As the years passed, each time she opened the jewelry box, her eyes were
drawn to the bracelet.
"I wondered what happened to the man," she said. "Did he get home or not?"
She was busy working and raising a family and didn't have the time or the
means to do any searching.
But because her eyes kept fixating on the bracelet, she wondered if it was a
sign she should seek Jones and give the bracelet to him.
In the weeks before Christmas, her son, Bill Cole, a sportswriter for the
Winston-Salem Journal, was visiting his mother's Dulaire Road home near Four
Seasons Town Centre. Knowing he wrote his sports stories on a computer, she
asked if a computer search might turn up Jones' whereabouts if alive.
"I'll try," Cole pledged.
About four days later, he called to tell his mother, "I think I found your
man."
Cole had discovered a Web site called POW Network in Skidmore, Mo. It
included Robert Jones' name and a town where he apparently lived: Santa Rosa
Beach, Fla.
The date of his capture matched that on his mother's bracelet.
The Web site informed visitors wanting to send POW bracelets to former
captives they should do so through the network, and the network would try to
reach the person.
Taking no chances, Wooddell sent the bracelet and a note to Jones by
certified mail. The note included her address and phone number and that she
had worn the bracelet during the war.
Two weeks later, there was nothing, not even a return receipt from the U.S.
Postal Service. She called the post office.

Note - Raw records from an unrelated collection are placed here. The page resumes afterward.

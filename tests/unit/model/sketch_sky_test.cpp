// SPDX-License-Identifier: GPL-2.0-or-later
#include "model/sketch_sky.h"

#include <gtest/gtest.h>

#include <algorithm>
#include <cmath>
#include <numeric>

#include "sphere/harmonics.h"
#include "sphere/power_spectrum.h"
#include "sphere/regrid.h"
#include "support/messages.h"
#include "support/sky_builder.h"
#include "support/threads.h"

namespace foreglow {
namespace {

using testing::whole_sky;

const Frequency reference = Frequency::from_hz(408e6);

SkyStrip make_strip(const SketchSpec& sketch, int nside, bool polarized = true) {
    const SkyModel sky = make_sketch_sky(sketch, reference, HealpixGrid(nside), polarized);
    return make_sky_strip(sky, whole_sky(sky.grid), polarized);
}

double mean(const std::vector<double>& values) {
    return std::accumulate(values.begin(), values.end(), 0.0) / static_cast<double>(values.size());
}
double scatter(const std::vector<double>& values) {
    double sum = 0;
    for (const double value : values)
        sum += std::pow(value - mean(values), 2);
    return std::sqrt(sum / static_cast<double>(values.size()));
}

TEST(SketchSky, IsLabelledInvented) {
    const SkyModel sky = make_sketch_sky({}, reference, HealpixGrid(8), false);
    ASSERT_EQ(sky.labels.size(), 1U);
    EXPECT_TRUE(testing::has(sky.labels[0], "Invented"));
    EXPECT_TRUE(testing::has(sky.labels[0], "not a measurement"));
    EXPECT_EQ(sky.frame, Frame::Galactic);
    EXPECT_FALSE(sky.polarization);
    EXPECT_DOUBLE_EQ(sky.beam_fwhm->degrees(), 1);
}

TEST(SketchSky, HasTheBrightnessesOfItsKeys) {
    SketchSpec sketch;
    sketch.texture = sketch.loops = false;
    const SkyStrip strip = make_strip(sketch, 64, false);
    const HealpixGrid grid(64);
    const auto at = [&](const Vector3& n) {
        return strip.intensity[static_cast<std::size_t>(grid.pixel_at(n))];
    };
    // From the formulas of docs/models.md: the disc layer's pole brightness; the plane adds 1/cosh(90/4)
    // there, nothing.
    EXPECT_NEAR(at({0, 0, 1}), 10, 0.01);
    EXPECT_NEAR(at({0, 0, -1}), 10, 0.01);
    // In the plane the layer reaches 10 sqrt((1 + 0.12^2)/0.12^2) = 84; at the anticentre 60 is added, at the
    // centre five times that. Pixels of 0.9 deg whose centres lie up to 0.6 deg off the plane: 1/cosh(0.15)
    // is 1 %.
    EXPECT_NEAR(at({-1, 0, 0}), 84 + 60, 3);
    EXPECT_NEAR(at({1, 0, 0}), 84 + 300, 8);
    sketch.disc = false;
    const SkyStrip dark = make_strip(sketch, 4, false);
    EXPECT_EQ(*std::max_element(dark.intensity.begin(), dark.intensity.end()), 0.0);
}

// Berkhuijsen 1971: the first radio loop is centred on (329, 17.5) deg and 116 deg wide.
TEST(SketchSky, LoopsAreRingsOfThePublishedSize) {
    SketchSpec sketch;
    sketch.disc = sketch.texture = false;
    const SkyStrip strip = make_strip(sketch, 64, false);
    const HealpixGrid grid(64);
    const double lon = 329 * 3.14159265358979323846 / 180, lat = 17.5 * 3.14159265358979323846 / 180;
    const Vector3 centre{std::cos(lat) * std::cos(lon), std::cos(lat) * std::sin(lon), std::sin(lat)};
    std::vector<double> profile(180, 0), count(180, 0);
    for (std::int64_t p = 0; p < grid.npix(); ++p) {
        const Vector3 n = grid.direction(p);
        const double cosine = n[0] * centre[0] + n[1] * centre[1] + n[2] * centre[2];
        const auto bin =
            static_cast<std::size_t>(std::acos(std::clamp(cosine, -1.0, 1.0)) * 180 / 3.14159265358979323846);
        profile[bin] += strip.intensity[static_cast<std::size_t>(p)];
        count[bin] += 1;
    }
    for (std::size_t i = 0; i < 180; ++i)
        profile[i] /= std::max(count[i], 1.0);
    const auto brightest = std::max_element(profile.begin(), profile.end()) - profile.begin();
    EXPECT_NEAR(static_cast<double>(brightest), 58, 1);  // half of 116, in bins of one degree
}

TEST(SketchSky, IsTheSameSkyAtEveryNside) {
    const SkyModel coarse = make_sketch_sky({}, reference, HealpixGrid(32), true),
                   fine = make_sketch_sky({}, reference, HealpixGrid(64), true);
    const auto alm_of = [](const SkyModel& sky) {
        return analyse(sky.grid, make_sky_strip(sky, whole_sky(sky.grid), false).intensity, 20);
    };
    Alm a = alm_of(coarse);
    const Alm b = alm_of(fine);
    add_scaled(a, -1, b);
    // Both are point samples of one sky, whose 1 to 3 deg structure pixels of 1.8 deg alias a little.
    EXPECT_LT(rms_of_spectrum(power_spectrum(a)) / rms_of_spectrum(power_spectrum(b)), 0.01);
}

TEST(SketchSky, HasTheScatterOfItsKeys) {
    SketchSpec sketch;
    const SkyStrip strip = make_strip(sketch, 64);
    // One realization of a field with structure down to 10 deg: some hundred independent patches.
    EXPECT_NEAR(mean(strip.index), -2.75, 0.02);
    EXPECT_NEAR(scatter(strip.index), 0.06, 0.015);
    EXPECT_NEAR(mean(strip.curvature), -0.04, 0.004);
    EXPECT_NEAR(scatter(strip.curvature), 0.01, 0.0025);
    SketchSpec plain = sketch;
    plain.texture = false;
    const SkyStrip smooth = make_strip(plain, 64);
    std::vector<double> log_ratio;
    for (std::size_t p = 0; p < smooth.intensity.size(); ++p)
        log_ratio.push_back(std::log(strip.intensity[p] / smooth.intensity[p]));
    EXPECT_NEAR(scatter(log_ratio), 0.12, 0.03);
    EXPECT_TRUE(std::all_of(strip.intensity.begin(), strip.intensity.end(), [](double t) { return t > 0; }));
    sketch.index_rms = sketch.curvature_rms = 0;
    EXPECT_TRUE(make_sketch_sky(sketch, reference, HealpixGrid(4), false).index.is_uniform());
}

TEST(SketchSky, PolarizationIsNeverMoreThanElectronsGive) {
    const SkyStrip strip = make_strip({}, 32);
    double sum = 0;
    for (std::size_t p = 0; p < strip.q.size(); ++p) {
        const double fraction = std::hypot(strip.q[p], strip.u[p]) / strip.intensity[p];
        EXPECT_LE(fraction, 0.7 + 1e-12);
        sum += fraction / static_cast<double>(strip.q.size());
    }
    EXPECT_NEAR(sum, 0.2, 0.06);  // polarized_fraction, less in the plane
}

TEST(SketchSky, DependsOnItsSeedAndNotOnTheThreads) {
    SketchSpec sketch;
    SkyStrip first, again;
    {
        const testing::Threads one(1);
        first = make_strip(sketch, 16);
    }
    {
        const testing::Threads two(2);
        again = make_strip(sketch, 16);
    }
    EXPECT_EQ(first.intensity, again.intensity);
    EXPECT_EQ(first.index, again.index);
    EXPECT_EQ(first.u, again.u);
    sketch.seed = 2;
    const SkyStrip other = make_strip(sketch, 16);
    EXPECT_NE(first.intensity, other.intensity);
    EXPECT_NE(first.index, other.index);
    EXPECT_NE(first.curvature, other.curvature);
    EXPECT_NE(first.u, other.u);
}

}  // namespace
}  // namespace foreglow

Wooddell read the postal tracking number she had received when she mailed
the bracelet. The woman at the postal service said she would get back to
her.
Wooddell wasn't sure if the woman would, but 30 minutes later she called
back. She said postal carriers had tried to deliver the package, but no one
was there to accept it. Another attempt would be made the next day.

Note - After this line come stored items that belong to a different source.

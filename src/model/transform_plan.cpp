// SPDX-License-Identifier: GPL-2.0-or-later
#include "model/transform_plan.h"

#include <algorithm>
#include <cmath>

namespace foreglow {
namespace {

BeamWindow unit_window(int lmax) {
    return make_gaussian_beam(Angle(), lmax);
}

}  // namespace

BeamWindow channel_window(const Channel& channel, const HarmonicOptions& options) {
    BeamWindow window = channel.beam ? *channel.beam : unit_window(options.lmax);
    if (options.pixel_window) window = product(window, *options.pixel_window);
    return window;
}

BeamWindow widest_window(std::span<const Channel> channels, const HarmonicOptions& options) {
    const auto rows = static_cast<std::size_t>(options.lmax) + 1;
    BeamWindow widest{std::vector<double>(rows, 0.0), std::vector<double>(rows, 0.0)};
    for (const Channel& channel : channels) {
        const BeamWindow window = channel_window(channel, options);
        for (std::size_t l = 0; l < widest.temperature.size(); ++l) {
            widest.temperature[l] = std::max(widest.temperature[l], std::abs(window.temperature[l]));
            widest.polarization[l] = std::max(widest.polarization[l], std::abs(window.polarization[l]));
        }
    }
    return widest;
}

TransformPlan::TransformPlan(const HealpixGrid& grid_in, int lmax_in, double tolerance_in,
                             std::vector<double> temperature_window, std::vector<double> polarization_window)
    : grid(grid_in),
      lmax(lmax_in),
      tolerance(tolerance_in),
      windows{std::move(temperature_window), std::move(polarization_window)},
      weights(make_ring_weights(grid.nside(), std::min(2 * lmax, 3 * grid.nside() - 1))) {}

}  // namespace foreglow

If no one was there, the woman promised, the bracelet would be returned to
Wooddell.
That was on a Wednesday or Thursday, Wooddell said.
That Friday -- Christmas Eve morning -- Robert Jones called.
He told her he had just sent her a letter but felt that he also should call
to say thanks. He said that while prisoner, he had no idea people back home
wore bracelets bearing POW names.
He told her he had left the Air Force three years after his release in 1973
and joined American Airlines, where he was a pilot for 27 years. He was
retired but "dabbled" in real estate, was married and had four children
ranging in age from 7 to 28. The oldest had followed his father to West
Point and was now an Air Force pilot in Iraq and Afghanistan.
Jones thanked her for wearing the bracelet, saying he believed her action
had helped him get home.
She asked him if he had been hurt when shot down.
"No, not much," he said, not elaborating.
How had he been treated?
"Well, as good as could be expected," he said, again without elaboration.
A few days later his letter arrived, along with a photo taken of him, his
wife, his youngest son and the family dog on the beach behind his house.
"It's hard to believe I've been home now for over 30 years and all the
things that have taken place during that time. ... Again let me thank you
for your thoughts, concern and love for a captured pilot so many years ago,"
Jones wrote.
Contacted by phone, Jones said he'll keep the bracelet forever "because
she's such a special lady." He said people gave him bracelets when he was
released, "but we're talking a long time ago, 32 years. I never thought one
would come out of the blue like this."
Jones was 24 and a junior officer when captured. He was tortured and spent a
few months in solitary confinement, but senior officers were treated worse,
he said.
Completing his second year of retirement, he's enjoying life, and said, "I
can wake up each morning and see the sun without looking through bars."
Wooddell, retired from the accounting department at the News & Record,
remains overjoyed that she found Jones, and that he turned out to be
gracious and thankful for what she had done.
"So much that was sad and ugly came out of Vietnam," she said, "but this was
a happy ending. I'm just so glad he's alive."